[DATA FOR THIS TASK — start]

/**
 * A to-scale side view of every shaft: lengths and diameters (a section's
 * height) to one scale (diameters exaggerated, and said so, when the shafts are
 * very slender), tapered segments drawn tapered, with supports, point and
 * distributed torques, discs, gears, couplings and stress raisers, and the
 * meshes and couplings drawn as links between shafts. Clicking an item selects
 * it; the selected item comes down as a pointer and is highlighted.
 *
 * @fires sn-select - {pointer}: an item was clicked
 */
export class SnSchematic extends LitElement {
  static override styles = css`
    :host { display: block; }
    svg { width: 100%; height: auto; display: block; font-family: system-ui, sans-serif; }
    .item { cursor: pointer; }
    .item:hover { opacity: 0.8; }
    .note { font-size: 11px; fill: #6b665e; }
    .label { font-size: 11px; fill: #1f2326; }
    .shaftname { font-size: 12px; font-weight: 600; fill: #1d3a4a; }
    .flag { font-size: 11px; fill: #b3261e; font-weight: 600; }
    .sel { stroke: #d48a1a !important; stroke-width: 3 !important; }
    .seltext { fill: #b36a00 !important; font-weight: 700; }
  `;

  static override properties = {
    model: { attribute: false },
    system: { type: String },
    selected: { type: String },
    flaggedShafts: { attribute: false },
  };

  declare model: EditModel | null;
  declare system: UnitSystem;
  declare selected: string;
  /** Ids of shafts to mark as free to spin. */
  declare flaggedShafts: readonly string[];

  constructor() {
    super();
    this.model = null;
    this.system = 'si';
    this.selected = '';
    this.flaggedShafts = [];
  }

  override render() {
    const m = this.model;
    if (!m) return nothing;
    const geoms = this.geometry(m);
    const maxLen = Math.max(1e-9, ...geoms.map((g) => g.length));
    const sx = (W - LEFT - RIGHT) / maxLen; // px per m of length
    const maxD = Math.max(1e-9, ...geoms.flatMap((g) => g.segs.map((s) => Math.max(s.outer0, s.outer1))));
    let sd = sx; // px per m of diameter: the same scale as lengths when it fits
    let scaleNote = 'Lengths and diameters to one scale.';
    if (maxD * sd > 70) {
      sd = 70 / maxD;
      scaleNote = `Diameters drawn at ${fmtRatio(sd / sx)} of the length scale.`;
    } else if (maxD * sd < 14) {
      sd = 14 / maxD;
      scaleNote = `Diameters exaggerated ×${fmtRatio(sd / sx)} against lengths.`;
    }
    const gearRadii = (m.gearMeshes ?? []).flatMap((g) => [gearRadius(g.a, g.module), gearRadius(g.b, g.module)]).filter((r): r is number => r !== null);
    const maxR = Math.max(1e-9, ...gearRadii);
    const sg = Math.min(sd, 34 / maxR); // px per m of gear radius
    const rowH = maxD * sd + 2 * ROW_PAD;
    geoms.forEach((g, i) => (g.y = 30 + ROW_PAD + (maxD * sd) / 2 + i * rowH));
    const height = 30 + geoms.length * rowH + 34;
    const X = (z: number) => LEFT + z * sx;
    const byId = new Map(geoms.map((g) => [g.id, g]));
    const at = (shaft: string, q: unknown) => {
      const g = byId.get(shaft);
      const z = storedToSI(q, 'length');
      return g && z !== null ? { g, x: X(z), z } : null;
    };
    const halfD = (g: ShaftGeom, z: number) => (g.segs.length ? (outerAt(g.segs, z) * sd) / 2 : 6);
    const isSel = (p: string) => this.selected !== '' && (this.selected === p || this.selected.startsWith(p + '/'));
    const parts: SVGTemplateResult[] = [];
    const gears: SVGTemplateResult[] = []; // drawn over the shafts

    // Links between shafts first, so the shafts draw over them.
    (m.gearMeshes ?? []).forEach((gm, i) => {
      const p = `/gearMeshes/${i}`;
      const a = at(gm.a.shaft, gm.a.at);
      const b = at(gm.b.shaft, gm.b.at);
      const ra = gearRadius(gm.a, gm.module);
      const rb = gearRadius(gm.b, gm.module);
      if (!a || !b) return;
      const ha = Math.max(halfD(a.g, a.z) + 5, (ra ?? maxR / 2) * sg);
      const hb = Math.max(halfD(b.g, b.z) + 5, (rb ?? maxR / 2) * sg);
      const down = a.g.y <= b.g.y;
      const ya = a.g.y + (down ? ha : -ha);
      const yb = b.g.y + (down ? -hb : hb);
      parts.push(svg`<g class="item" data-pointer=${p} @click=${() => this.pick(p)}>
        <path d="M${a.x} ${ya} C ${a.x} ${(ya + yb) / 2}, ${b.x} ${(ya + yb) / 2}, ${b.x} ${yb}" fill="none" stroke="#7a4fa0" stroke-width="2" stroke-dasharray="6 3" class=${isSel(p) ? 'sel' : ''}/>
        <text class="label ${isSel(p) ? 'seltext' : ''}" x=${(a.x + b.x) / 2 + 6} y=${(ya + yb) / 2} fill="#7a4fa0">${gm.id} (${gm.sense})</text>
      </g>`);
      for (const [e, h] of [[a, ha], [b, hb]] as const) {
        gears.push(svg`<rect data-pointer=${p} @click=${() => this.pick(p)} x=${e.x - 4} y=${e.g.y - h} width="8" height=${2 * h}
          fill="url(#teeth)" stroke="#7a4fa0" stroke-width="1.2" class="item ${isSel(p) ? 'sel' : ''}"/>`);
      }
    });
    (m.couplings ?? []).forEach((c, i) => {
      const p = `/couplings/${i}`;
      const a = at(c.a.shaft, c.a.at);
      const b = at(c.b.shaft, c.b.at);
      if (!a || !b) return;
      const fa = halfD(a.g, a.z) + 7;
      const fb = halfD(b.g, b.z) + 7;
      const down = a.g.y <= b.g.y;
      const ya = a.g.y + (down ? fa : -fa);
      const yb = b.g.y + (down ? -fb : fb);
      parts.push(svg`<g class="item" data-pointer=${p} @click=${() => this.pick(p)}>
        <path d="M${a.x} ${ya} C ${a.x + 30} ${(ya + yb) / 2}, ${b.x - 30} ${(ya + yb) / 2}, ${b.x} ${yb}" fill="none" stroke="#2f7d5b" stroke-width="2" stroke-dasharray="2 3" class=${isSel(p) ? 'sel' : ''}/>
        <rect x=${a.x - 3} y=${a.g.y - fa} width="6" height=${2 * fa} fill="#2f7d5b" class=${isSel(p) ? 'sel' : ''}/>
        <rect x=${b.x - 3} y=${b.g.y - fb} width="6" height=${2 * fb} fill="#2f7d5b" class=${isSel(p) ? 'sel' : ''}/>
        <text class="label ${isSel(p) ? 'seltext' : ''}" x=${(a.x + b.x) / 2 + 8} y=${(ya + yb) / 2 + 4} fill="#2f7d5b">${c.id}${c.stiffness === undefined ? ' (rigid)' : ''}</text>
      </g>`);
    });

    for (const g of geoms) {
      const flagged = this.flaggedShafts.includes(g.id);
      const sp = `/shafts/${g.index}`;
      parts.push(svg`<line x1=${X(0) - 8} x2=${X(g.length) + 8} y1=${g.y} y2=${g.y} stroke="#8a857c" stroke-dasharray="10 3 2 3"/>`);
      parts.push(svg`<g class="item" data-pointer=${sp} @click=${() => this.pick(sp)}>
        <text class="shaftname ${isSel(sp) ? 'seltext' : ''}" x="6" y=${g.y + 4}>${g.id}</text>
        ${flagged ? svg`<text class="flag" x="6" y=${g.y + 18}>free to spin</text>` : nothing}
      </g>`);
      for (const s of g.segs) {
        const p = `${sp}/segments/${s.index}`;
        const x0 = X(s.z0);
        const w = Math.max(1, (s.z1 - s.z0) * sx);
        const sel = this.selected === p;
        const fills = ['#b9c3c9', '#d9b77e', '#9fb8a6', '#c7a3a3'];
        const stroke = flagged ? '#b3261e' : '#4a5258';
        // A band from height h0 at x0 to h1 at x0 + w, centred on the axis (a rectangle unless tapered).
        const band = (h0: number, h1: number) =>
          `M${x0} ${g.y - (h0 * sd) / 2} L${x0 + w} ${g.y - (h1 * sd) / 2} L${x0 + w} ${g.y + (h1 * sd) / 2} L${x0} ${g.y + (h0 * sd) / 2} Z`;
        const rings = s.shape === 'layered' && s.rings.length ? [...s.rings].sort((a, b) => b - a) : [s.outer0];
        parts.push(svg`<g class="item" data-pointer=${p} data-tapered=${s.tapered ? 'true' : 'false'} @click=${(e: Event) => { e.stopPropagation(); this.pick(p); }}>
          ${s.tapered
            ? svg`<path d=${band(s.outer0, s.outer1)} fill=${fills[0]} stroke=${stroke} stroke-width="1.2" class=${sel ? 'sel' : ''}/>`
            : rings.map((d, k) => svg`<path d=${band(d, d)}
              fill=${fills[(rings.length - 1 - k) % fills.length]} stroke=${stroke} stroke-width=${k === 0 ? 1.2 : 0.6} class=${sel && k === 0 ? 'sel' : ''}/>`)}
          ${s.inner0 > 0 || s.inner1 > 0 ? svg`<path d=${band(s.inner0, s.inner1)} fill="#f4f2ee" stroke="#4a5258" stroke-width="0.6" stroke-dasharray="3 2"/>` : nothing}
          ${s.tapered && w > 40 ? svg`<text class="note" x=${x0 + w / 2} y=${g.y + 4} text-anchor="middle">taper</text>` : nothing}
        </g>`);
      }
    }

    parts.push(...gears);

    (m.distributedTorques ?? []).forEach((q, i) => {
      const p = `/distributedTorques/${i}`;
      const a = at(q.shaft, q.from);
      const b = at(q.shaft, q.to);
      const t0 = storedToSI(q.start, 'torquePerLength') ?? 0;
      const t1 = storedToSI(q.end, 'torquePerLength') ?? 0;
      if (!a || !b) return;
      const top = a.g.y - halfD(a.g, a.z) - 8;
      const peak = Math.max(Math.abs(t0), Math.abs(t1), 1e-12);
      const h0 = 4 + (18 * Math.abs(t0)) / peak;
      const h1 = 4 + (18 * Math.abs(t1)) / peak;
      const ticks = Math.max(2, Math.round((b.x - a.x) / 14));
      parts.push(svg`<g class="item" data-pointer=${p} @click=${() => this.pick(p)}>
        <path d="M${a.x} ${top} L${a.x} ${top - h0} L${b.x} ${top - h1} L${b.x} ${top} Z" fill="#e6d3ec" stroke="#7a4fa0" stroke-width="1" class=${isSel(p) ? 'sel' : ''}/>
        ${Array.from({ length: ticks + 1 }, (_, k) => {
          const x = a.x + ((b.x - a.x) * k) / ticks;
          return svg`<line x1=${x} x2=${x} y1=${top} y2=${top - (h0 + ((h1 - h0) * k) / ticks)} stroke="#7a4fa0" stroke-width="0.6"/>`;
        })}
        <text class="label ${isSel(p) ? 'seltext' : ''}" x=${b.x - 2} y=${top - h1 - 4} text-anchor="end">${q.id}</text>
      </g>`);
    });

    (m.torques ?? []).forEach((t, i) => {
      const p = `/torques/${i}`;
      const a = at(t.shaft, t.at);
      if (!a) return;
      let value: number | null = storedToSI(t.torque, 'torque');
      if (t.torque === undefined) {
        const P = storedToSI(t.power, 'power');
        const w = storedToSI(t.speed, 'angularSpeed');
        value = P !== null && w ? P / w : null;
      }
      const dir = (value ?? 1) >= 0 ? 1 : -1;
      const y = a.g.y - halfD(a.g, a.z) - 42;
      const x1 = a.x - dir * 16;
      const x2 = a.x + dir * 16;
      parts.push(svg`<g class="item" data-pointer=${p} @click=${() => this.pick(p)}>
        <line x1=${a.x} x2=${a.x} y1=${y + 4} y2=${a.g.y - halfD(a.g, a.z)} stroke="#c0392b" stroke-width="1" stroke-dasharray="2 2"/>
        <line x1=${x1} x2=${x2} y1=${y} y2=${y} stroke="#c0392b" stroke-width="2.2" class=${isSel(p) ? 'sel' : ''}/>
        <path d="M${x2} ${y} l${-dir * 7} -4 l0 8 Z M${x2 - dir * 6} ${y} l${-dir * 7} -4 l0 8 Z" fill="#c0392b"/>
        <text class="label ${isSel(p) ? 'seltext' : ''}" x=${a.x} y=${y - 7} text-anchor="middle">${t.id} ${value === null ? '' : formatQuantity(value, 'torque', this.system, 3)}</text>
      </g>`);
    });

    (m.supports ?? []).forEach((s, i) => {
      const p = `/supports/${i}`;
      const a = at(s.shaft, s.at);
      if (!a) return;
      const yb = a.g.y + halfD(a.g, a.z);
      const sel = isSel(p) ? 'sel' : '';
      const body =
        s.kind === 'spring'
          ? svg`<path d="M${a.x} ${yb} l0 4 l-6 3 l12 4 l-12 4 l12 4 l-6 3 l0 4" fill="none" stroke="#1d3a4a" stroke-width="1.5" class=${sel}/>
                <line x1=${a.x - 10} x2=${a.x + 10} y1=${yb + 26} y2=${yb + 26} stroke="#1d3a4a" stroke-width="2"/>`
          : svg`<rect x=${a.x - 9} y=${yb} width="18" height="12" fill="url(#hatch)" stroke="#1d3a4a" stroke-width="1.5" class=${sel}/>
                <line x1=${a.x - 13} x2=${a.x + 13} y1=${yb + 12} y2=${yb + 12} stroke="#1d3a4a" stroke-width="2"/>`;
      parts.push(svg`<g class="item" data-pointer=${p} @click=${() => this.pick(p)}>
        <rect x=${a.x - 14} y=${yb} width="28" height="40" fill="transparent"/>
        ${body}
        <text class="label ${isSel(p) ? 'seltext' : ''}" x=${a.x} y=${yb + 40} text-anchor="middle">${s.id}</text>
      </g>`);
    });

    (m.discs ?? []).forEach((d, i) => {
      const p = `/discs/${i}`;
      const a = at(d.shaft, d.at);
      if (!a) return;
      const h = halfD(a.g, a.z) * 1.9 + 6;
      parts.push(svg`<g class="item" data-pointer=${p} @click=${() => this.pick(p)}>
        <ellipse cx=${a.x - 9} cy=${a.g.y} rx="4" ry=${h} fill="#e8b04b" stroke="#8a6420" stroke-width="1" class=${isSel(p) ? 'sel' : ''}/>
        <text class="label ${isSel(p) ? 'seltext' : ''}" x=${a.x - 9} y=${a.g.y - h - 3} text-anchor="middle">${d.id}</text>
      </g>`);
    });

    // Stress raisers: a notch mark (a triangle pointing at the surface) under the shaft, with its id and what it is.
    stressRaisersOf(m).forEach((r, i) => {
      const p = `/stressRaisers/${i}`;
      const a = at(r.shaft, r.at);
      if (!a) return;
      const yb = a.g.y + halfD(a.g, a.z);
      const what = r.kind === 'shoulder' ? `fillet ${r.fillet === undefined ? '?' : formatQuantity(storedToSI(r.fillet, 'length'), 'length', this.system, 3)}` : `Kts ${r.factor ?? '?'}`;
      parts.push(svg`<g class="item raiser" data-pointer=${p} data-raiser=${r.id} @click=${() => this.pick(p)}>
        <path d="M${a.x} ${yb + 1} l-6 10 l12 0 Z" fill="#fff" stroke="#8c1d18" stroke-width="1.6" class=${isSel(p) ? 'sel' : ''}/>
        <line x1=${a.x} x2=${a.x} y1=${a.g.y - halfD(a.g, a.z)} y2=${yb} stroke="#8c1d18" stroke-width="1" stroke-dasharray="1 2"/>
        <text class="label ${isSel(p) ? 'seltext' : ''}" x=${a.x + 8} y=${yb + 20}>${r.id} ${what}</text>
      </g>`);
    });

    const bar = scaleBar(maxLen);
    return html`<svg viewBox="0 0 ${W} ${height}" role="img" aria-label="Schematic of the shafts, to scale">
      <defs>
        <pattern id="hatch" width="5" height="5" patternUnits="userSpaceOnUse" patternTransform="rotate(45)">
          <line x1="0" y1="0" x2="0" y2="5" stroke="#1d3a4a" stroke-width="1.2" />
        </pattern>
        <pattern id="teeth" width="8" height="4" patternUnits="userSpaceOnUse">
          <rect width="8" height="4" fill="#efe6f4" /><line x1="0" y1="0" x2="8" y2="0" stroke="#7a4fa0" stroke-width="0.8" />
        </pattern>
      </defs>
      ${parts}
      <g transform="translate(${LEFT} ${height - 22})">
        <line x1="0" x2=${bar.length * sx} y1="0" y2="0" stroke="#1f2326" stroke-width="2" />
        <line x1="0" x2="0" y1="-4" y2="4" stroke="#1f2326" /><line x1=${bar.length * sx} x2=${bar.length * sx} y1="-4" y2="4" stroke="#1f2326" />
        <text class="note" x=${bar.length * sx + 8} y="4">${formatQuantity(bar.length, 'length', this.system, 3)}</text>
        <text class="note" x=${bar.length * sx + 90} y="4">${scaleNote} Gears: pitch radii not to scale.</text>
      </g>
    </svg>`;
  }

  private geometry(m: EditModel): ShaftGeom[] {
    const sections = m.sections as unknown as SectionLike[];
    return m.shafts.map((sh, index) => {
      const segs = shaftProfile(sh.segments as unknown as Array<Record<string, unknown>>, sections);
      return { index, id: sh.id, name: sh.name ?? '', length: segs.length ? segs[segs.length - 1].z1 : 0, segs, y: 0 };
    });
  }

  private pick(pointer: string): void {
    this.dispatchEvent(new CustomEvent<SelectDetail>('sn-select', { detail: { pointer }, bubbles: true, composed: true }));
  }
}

[DATA FOR THIS TASK — finish]

WORK TO COMPLETE:
Return every line of the preceding records in which the word "block" appears.

WORKED SOLUTION:
    :host { display: block; }
    svg { width: 100%; height: auto; display: block; font-family: system-ui, sans-serif; }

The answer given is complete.